■ Problem requirements: Locate the string "apart" in the records below. Copy every line where it occurs.

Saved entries
++++++++++

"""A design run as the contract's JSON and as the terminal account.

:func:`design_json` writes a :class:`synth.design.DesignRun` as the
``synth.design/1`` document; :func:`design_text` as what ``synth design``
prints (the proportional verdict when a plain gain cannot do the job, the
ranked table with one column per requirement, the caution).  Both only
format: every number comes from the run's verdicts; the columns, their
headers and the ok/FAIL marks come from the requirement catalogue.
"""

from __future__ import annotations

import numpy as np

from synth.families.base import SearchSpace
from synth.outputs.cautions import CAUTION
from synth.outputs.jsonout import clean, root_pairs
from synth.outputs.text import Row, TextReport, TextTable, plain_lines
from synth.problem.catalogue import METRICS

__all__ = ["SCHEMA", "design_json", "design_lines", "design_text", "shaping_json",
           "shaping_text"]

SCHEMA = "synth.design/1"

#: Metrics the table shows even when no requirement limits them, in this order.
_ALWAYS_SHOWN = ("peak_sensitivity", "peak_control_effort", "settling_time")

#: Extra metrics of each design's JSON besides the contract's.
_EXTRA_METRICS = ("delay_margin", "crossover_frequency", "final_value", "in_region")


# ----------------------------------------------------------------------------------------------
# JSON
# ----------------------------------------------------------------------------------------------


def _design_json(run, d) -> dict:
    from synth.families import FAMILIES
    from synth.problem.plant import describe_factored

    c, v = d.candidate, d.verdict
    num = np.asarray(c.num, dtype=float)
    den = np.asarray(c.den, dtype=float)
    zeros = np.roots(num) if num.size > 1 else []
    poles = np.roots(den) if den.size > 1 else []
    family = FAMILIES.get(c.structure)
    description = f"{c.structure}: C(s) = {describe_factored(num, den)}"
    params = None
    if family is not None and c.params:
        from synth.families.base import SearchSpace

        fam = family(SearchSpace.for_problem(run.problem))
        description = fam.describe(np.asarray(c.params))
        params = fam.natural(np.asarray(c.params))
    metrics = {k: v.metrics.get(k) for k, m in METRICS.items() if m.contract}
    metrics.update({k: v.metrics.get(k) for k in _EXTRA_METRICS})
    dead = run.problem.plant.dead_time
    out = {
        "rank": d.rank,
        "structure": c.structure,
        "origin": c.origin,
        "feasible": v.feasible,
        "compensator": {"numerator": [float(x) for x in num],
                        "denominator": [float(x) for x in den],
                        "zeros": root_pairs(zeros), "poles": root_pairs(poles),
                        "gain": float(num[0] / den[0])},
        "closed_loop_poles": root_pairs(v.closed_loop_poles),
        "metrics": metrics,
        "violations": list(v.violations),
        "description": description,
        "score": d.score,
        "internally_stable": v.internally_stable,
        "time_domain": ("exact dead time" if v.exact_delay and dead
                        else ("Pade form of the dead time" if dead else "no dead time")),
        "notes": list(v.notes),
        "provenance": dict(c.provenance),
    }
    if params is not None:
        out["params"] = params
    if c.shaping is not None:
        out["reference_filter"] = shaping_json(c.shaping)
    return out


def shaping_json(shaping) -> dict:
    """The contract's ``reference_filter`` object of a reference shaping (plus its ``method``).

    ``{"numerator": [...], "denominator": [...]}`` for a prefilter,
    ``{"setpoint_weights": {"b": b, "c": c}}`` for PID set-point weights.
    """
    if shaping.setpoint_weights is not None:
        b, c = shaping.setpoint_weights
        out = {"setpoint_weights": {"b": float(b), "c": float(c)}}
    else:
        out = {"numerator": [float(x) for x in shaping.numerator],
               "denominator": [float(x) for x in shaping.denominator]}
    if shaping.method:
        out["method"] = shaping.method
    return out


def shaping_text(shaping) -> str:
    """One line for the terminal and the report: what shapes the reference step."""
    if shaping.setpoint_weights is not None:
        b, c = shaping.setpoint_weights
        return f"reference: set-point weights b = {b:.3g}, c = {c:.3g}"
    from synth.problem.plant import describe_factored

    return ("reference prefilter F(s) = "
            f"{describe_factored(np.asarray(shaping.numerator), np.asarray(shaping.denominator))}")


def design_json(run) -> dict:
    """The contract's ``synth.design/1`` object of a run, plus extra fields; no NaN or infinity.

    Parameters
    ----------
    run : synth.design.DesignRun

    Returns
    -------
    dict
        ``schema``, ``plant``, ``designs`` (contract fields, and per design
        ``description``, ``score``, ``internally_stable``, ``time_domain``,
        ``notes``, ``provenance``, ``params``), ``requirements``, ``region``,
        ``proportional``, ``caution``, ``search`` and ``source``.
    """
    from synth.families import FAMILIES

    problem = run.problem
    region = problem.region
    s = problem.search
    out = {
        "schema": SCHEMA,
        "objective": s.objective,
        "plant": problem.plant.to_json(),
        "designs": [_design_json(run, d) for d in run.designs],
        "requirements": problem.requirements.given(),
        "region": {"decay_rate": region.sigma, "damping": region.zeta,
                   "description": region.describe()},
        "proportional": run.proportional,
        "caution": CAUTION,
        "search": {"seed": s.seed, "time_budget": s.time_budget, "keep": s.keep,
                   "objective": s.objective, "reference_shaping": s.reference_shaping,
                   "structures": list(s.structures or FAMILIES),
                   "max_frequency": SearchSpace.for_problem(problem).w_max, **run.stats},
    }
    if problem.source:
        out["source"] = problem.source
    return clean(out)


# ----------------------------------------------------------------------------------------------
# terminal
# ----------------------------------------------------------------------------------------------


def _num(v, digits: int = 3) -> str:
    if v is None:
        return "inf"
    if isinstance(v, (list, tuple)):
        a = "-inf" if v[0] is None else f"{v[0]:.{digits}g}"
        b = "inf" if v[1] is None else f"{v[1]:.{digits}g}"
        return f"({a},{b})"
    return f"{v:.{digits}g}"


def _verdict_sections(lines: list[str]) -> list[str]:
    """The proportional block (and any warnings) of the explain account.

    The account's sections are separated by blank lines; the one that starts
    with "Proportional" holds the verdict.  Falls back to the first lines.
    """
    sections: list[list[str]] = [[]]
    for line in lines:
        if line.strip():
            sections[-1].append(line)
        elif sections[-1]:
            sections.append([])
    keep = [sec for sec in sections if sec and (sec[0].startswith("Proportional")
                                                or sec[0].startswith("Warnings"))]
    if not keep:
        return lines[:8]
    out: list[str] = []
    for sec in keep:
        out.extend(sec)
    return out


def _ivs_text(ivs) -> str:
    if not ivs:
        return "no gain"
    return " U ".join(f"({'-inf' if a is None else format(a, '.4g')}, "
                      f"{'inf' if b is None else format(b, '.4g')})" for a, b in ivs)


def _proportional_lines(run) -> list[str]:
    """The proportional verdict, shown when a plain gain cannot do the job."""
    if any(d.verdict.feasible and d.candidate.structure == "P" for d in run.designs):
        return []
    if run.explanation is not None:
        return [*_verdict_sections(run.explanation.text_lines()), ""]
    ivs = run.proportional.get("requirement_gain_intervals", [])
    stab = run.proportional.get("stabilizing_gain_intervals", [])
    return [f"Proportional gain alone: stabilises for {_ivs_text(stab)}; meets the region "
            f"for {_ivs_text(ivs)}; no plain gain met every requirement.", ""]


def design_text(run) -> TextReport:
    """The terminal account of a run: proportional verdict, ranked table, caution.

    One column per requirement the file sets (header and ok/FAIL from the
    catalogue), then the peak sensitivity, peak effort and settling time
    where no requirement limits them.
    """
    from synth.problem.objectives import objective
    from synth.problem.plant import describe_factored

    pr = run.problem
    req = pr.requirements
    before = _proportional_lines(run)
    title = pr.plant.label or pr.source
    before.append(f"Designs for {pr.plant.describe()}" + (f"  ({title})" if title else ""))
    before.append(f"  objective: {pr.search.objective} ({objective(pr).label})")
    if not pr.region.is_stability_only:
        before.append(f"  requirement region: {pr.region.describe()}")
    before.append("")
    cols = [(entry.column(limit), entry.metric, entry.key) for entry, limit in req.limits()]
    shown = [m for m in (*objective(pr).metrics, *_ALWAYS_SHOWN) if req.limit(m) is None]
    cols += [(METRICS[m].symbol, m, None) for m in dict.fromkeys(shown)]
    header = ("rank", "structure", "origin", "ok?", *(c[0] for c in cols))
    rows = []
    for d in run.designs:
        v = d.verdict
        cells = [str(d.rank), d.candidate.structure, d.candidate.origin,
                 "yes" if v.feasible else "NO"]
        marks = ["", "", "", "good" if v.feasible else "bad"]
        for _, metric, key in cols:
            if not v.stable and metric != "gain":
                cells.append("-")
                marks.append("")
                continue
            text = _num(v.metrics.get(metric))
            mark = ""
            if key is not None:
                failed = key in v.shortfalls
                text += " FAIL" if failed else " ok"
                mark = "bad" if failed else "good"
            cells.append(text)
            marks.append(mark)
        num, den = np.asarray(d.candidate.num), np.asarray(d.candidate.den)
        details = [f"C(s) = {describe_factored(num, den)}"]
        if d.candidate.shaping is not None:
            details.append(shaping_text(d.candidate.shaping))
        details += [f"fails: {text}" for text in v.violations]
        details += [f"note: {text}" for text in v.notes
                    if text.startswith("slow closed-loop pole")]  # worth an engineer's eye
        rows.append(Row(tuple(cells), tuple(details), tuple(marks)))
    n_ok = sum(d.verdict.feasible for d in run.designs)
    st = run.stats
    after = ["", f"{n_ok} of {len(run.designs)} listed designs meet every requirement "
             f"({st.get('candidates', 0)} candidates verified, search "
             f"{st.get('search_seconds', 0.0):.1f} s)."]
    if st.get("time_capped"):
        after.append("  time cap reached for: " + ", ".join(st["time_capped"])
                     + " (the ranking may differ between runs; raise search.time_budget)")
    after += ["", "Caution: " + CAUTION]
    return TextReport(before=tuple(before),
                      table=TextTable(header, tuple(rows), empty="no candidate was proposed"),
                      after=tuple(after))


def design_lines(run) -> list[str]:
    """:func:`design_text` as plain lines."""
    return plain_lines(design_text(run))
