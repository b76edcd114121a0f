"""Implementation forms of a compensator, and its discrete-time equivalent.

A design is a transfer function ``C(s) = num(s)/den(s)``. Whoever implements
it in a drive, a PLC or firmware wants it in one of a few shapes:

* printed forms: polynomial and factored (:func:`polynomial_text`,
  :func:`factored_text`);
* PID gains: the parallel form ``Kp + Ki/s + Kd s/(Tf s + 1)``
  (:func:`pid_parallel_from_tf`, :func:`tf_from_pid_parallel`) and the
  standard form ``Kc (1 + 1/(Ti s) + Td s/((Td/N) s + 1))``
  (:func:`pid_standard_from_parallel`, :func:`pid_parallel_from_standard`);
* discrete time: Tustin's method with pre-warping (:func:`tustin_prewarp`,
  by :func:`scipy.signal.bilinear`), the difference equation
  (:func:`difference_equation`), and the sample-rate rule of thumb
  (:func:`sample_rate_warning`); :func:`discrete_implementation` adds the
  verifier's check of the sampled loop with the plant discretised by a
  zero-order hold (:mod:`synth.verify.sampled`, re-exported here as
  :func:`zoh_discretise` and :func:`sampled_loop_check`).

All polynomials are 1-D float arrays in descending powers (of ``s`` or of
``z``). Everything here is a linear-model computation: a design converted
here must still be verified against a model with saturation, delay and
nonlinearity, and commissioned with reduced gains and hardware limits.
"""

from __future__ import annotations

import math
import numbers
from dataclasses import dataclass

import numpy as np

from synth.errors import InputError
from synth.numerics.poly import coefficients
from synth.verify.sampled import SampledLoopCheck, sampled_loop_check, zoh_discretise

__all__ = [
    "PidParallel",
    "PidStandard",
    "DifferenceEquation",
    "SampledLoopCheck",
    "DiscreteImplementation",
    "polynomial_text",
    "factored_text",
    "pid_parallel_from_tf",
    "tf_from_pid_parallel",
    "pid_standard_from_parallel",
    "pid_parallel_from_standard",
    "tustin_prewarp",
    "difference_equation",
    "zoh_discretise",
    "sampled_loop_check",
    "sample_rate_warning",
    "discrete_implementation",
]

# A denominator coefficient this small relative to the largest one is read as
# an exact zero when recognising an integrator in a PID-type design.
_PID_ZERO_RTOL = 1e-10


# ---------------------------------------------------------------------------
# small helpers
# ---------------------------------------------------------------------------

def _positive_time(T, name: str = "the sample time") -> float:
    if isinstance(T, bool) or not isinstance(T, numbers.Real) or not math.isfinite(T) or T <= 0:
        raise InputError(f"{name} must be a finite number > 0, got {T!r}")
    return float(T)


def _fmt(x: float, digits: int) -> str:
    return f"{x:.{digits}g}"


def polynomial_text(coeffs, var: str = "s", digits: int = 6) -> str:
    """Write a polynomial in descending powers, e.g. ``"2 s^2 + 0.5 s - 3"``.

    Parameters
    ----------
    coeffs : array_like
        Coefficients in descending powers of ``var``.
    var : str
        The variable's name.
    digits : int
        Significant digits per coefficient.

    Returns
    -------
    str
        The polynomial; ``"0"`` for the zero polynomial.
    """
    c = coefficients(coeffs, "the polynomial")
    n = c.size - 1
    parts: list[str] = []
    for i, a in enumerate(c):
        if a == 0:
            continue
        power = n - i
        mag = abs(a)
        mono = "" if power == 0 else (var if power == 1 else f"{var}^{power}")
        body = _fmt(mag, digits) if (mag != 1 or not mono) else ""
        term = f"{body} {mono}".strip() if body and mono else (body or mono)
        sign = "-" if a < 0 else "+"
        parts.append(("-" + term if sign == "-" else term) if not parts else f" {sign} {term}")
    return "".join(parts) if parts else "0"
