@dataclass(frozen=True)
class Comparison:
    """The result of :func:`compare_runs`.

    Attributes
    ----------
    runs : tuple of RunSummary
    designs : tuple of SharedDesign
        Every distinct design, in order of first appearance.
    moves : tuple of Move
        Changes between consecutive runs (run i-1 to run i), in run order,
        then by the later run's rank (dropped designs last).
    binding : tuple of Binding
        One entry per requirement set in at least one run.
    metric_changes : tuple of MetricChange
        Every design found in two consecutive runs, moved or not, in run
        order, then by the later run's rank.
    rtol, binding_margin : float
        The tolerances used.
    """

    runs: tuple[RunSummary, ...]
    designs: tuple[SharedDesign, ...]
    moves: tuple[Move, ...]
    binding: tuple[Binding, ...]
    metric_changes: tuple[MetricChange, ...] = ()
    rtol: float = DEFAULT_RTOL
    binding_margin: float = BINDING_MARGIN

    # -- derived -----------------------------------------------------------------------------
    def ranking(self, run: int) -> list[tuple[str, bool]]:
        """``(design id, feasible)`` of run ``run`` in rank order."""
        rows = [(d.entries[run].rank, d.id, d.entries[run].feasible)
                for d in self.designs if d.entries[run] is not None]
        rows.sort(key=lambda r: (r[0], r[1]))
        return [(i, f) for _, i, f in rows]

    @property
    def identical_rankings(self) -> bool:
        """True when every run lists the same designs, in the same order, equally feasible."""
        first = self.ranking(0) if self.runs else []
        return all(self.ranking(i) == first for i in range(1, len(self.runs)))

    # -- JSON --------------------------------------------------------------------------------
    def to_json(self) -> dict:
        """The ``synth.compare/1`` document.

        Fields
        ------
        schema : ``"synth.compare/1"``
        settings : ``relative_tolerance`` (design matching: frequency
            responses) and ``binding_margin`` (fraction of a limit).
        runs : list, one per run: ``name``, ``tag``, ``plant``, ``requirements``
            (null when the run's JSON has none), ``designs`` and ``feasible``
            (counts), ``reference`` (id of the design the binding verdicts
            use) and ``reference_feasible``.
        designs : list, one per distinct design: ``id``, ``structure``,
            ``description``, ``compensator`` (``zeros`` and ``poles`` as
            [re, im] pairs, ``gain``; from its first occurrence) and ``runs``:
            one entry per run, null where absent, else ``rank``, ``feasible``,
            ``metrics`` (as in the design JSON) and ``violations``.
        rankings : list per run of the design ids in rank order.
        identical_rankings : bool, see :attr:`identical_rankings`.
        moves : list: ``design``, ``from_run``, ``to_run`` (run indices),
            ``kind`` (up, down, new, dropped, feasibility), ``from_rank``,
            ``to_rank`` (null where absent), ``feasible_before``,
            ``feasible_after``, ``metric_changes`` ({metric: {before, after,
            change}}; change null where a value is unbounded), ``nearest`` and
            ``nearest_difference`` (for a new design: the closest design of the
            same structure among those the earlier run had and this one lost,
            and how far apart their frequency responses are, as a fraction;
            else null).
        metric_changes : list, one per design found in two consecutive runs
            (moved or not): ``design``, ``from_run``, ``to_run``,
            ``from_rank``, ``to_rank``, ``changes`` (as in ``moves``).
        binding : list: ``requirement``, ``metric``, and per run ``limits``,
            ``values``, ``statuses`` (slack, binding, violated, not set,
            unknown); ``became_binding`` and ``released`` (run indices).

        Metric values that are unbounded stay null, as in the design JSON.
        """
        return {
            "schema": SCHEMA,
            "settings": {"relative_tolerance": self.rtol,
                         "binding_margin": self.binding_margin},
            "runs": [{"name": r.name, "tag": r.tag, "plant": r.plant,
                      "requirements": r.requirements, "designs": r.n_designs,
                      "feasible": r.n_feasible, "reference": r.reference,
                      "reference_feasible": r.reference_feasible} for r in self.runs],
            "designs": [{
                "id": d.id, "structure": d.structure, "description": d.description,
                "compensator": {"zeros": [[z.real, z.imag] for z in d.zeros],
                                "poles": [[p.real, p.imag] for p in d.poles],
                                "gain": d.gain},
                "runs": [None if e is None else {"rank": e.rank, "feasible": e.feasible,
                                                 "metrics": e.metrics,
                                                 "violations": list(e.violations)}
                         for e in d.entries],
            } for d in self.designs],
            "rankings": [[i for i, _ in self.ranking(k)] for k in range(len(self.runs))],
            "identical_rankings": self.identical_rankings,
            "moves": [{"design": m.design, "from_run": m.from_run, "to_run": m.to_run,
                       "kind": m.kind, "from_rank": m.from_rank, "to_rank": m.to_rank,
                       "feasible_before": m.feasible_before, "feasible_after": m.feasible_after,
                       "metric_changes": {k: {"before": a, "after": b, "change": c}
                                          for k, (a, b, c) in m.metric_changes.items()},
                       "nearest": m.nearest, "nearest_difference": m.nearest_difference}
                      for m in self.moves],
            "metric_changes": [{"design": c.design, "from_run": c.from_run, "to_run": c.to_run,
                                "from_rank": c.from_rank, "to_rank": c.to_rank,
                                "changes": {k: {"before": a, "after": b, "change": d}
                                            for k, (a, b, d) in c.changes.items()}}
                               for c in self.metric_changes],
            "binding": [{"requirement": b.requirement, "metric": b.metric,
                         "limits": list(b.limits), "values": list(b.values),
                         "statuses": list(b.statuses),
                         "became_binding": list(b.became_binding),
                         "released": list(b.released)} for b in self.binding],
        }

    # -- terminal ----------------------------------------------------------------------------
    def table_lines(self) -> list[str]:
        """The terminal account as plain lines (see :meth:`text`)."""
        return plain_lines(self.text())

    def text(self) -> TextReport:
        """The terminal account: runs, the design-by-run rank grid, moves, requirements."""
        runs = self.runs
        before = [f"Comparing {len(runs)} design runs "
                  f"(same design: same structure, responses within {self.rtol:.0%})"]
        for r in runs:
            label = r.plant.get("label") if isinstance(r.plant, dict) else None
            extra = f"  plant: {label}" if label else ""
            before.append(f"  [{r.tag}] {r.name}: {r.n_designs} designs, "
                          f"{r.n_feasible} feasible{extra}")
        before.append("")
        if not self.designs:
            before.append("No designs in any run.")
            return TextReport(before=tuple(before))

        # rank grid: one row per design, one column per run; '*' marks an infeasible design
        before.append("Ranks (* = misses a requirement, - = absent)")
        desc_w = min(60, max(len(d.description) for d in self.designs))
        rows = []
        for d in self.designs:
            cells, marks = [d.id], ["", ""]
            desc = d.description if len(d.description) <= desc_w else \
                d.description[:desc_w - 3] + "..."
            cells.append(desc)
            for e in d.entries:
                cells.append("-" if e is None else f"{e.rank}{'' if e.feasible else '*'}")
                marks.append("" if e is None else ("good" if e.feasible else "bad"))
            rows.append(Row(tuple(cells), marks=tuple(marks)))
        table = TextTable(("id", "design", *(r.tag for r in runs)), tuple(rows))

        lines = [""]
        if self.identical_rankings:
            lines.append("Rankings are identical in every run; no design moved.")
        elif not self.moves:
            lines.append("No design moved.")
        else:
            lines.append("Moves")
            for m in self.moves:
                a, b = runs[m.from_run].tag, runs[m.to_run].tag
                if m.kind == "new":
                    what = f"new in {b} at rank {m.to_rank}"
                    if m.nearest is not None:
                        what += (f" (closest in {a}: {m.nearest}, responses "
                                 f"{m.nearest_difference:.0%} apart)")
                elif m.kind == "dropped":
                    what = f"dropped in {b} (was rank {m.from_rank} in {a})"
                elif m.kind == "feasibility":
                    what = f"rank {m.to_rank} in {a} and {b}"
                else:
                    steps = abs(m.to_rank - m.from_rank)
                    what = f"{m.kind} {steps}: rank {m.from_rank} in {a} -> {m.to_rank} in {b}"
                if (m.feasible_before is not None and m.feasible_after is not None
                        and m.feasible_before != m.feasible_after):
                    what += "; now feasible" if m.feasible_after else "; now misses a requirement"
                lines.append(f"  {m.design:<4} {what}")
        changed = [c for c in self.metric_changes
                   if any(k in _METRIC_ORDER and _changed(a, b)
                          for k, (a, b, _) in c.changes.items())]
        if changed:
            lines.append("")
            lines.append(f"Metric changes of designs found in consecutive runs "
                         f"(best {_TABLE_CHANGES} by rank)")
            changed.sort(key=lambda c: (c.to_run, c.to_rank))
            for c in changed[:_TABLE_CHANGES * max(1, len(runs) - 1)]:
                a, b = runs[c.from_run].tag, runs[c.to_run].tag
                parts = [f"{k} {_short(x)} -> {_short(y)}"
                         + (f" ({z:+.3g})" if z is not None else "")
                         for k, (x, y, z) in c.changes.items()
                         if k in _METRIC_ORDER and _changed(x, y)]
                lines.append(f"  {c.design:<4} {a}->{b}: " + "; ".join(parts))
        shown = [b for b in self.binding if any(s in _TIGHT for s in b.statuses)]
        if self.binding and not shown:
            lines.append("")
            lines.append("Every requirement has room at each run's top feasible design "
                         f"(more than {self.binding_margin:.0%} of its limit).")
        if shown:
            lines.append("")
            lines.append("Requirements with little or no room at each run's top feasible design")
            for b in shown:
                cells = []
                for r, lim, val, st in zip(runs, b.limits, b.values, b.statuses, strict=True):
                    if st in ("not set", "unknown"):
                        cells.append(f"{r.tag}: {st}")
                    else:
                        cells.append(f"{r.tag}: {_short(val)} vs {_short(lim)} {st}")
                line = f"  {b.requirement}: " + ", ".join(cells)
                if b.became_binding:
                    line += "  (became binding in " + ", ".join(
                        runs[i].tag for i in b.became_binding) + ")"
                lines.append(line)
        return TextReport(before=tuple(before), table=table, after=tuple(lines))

++++++++++

■ Written response:
            and how far apart their frequency responses are, as a fraction;
                                 f"{m.nearest_difference:.0%} apart)")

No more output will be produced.